Task to complete: How many lines below include the string "badRefresh"? State the number alone.
--- --- ---
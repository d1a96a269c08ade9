/**
 * Sign-in, token refresh with rotation and reuse detection, sign-out, and the user view.
 * Refresh follows the OAuth 2.0 Security Best Current Practice (RFC 9700 §4.14.2): each
 * refresh token is used once; a retired token presented again means it leaked, so every
 * token of its family (the sign-in it came from) is revoked.
 */
import { randomUUID } from 'node:crypto';
import { IsNull, type DataSource, type EntityManager } from 'typeorm';
import type { SignInRequest, SignInResponse, TokenPair, UserView } from '../../shared/api/auth';
import type { Config } from '../config';
import { MembershipEntity, RefreshTokenEntity, UserEntity, type Membership, type User } from '../entities';
import { AppError } from '../errors';
import { isLocked, recordFailedSignIn, resetFailedSignIns } from './lockout';
import { assertPasswordAllowed } from './password-policy';
import { burnPasswordCheck, hashPassword, verifyPassword } from './passwords';
import { hashRefreshToken, newRefreshToken, signAccessToken } from './tokens';

type TokenConfig = Pick<Config, 'JWT_SECRET' | 'ACCESS_TOKEN_TTL_S' | 'REFRESH_TOKEN_TTL_S'>;

const badCredentials = () => new AppError(401, 'bad_credentials', 'E-mail or password is wrong');
const badRefresh = (why: string) => new AppError(401, 'unauthorized', `Refresh token ${why}; sign in again`);

export async function loadUserView(db: DataSource | EntityManager, userId: string): Promise<UserView | null> {
  const user = await db.getRepository(UserEntity).findOne({ where: { id: userId } });
  if (!user || user.disabled) return null;
  const memberships: Membership[] = await db.getRepository(MembershipEntity).find({
    where: { userId },
    relations: { site: true },
  });
  return {
    id: user.id,
    name: user.name,
    email: user.email,
    memberships: memberships
      .map((m) => ({ siteId: m.siteId, siteName: m.site!.name, role: m.role }))
      .sort((a, b) => a.siteName.localeCompare(b.siteName)),
  };
}

async function issuePair(
  em: EntityManager,
  config: TokenConfig,
  userId: string,
  familyId: string,
): Promise<TokenPair & { id: string }> {
  const refreshToken = newRefreshToken();
  const row = await em.getRepository(RefreshTokenEntity).save({
    userId,
    familyId,
    tokenHash: hashRefreshToken(refreshToken),
    expiresAt: new Date(Date.now() + config.REFRESH_TOKEN_TTL_S * 1000),
    revokedAt: null,
    replacedBy: null,
  });
  return {
    id: row.id,
    accessToken: signAccessToken(userId, config.JWT_SECRET, config.ACCESS_TOKEN_TTL_S),
    refreshToken,
  };
}

export async function signIn(ds: DataSource, config: TokenConfig, input: SignInRequest): Promise<SignInResponse> {
  const user: User | null = await ds.getRepository(UserEntity).findOne({ where: { email: input.email } });
  if (!user) {
    await burnPasswordCheck(input.password);
    throw badCredentials();
  }
  // A locked account answers exactly like a wrong password (status, code, message; the same
  // argon2 work as an unknown address), so the lock does not tell anyone the account exists; its
  // owner is told by e-mail when it locks (./lockout.ts). The password is not looked at.
  if (isLocked(user)) {
    await burnPasswordCheck(input.password);
    throw badCredentials();
  }
  if (!(await verifyPassword(user.passwordHash, input.password))) {
    await recordFailedSignIn(ds, user.id);
    throw badCredentials();
  }
  // Said only to someone who knows the password.
  if (user.disabled) throw new AppError(403, 'account_disabled', 'This account is disabled; ask a site admin');

  return ds.transaction(async (em) => {
    await resetFailedSignIns(em, user);
    const { accessToken, refreshToken } = await issuePair(em, config, user.id, randomUUID());
    const view = await loadUserView(em, user.id);
    return { accessToken, refreshToken, user: view! };
  });
}

type RefreshOutcome = { ok: TokenPair } | { reused: string } | { fail: string };

export async function refreshTokens(ds: DataSource, config: TokenConfig, presented: string): Promise<TokenPair> {
  const tokenHash = hashRefreshToken(presented);
  const outcome: RefreshOutcome = await ds.transaction(async (em) => {
    const tokens = em.getRepository(RefreshTokenEntity);
    // Row lock: two refreshes racing on one token cannot both rotate it.
    const row = await tokens.findOne({ where: { tokenHash }, lock: { mode: 'pessimistic_write' } });
    if (!row) return { fail: 'is not known' };
    if (row.revokedAt) return { reused: row.familyId };
    if (row.expiresAt.getTime() <= Date.now()) return { fail: 'has expired' };
    const user = await em.getRepository(UserEntity).findOne({ where: { id: row.userId } });
    if (!user || user.disabled) return { fail: 'belongs to no active user' };

    const next = await issuePair(em, config, row.userId, row.familyId);
    await tokens.update({ id: row.id }, { revokedAt: new Date(), replacedBy: next.id });
    return { ok: { accessToken: next.accessToken, refreshToken: next.refreshToken } };
  });

  if ('ok' in outcome) return outcome.ok;
  if ('reused' in outcome) {
    // Committed on its own: the revocation must stand although the request fails.
    await revokeFamily(ds, outcome.reused);
    throw badRefresh('was already used; every session of that sign-in is now ended');
  }
  throw badRefresh(outcome.fail);
}

export async function revokeFamily(db: DataSource | EntityManager, familyId: string): Promise<void> {
  await db.getRepository(RefreshTokenEntity).update({ familyId, revokedAt: IsNull() }, { revokedAt: new Date() });
}

/**
 * Ends the session the refresh token belongs to (its whole family). Idempotent; a token of
 * another user, or one not known, is quietly left alone so nothing about it is revealed.
 */
export async function signOut(ds: DataSource, userId: string, presented: string): Promise<void> {
  const row = await ds
    .getRepository(RefreshTokenEntity)
    .findOne({ where: { tokenHash: hashRefreshToken(presented), userId } });
  if (row) await revokeFamily(ds, row.familyId);
}

/**
 * Sets a new password chosen by the signed-in user (an invitee's first step after signing in with
 * the one-time password of the invitation): the current password must be right (a wrong one counts
 * towards the lockout like a failed sign-in), the new one must pass ./password-policy.ts. Every
 * session of the user ends (all refresh tokens revoked) and a new pair is returned.
 */
export async function changePassword(
  ds: DataSource,
  config: TokenConfig,
  userId: string,
  input: { currentPassword: string; newPassword: string },
): Promise<TokenPair> {
  const user = await ds.getRepository(UserEntity).findOne({ where: { id: userId } });
  if (!user || user.disabled) throw new AppError(401, 'unauthorized', 'This account no longer exists or is disabled');
  const wrongCurrent = () =>
    new AppError(403, 'forbidden', 'The current password is wrong', [{ path: 'currentPassword', message: 'Is wrong' }]);
  // as at sign-in: a locked account's password is not looked at, and the answer is the wrong-password one
  if (isLocked(user)) {
    await burnPasswordCheck(input.currentPassword);
    throw wrongCurrent();
  }
  if (!(await verifyPassword(user.passwordHash, input.currentPassword))) {
    await recordFailedSignIn(ds, user.id);
    throw wrongCurrent();
  }
  assertPasswordAllowed(input.newPassword, user.email, 'newPassword', user.name);
  if (input.newPassword === input.currentPassword) {
    throw new AppError(400, 'validation', 'Invalid request body: newPassword: Must differ from the current password', [
      { path: 'newPassword', message: 'Must differ from the current password' },
    ]);
  }
  const hash = await hashPassword(input.newPassword);
  return ds.transaction(async (em) => {
    await em
      .getRepository(UserEntity)
      .update({ id: userId }, { passwordHash: hash, failedSignIns: 0, failedSignInsSince: null, lockedUntil: null });
    await em.getRepository(RefreshTokenEntity).update({ userId, revokedAt: IsNull() }, { revokedAt: new Date() });
    const { accessToken, refreshToken } = await issuePair(em, config, userId, randomUUID());
    return { accessToken, refreshToken };
  });
}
--- --- ---
Response for this exercise: 3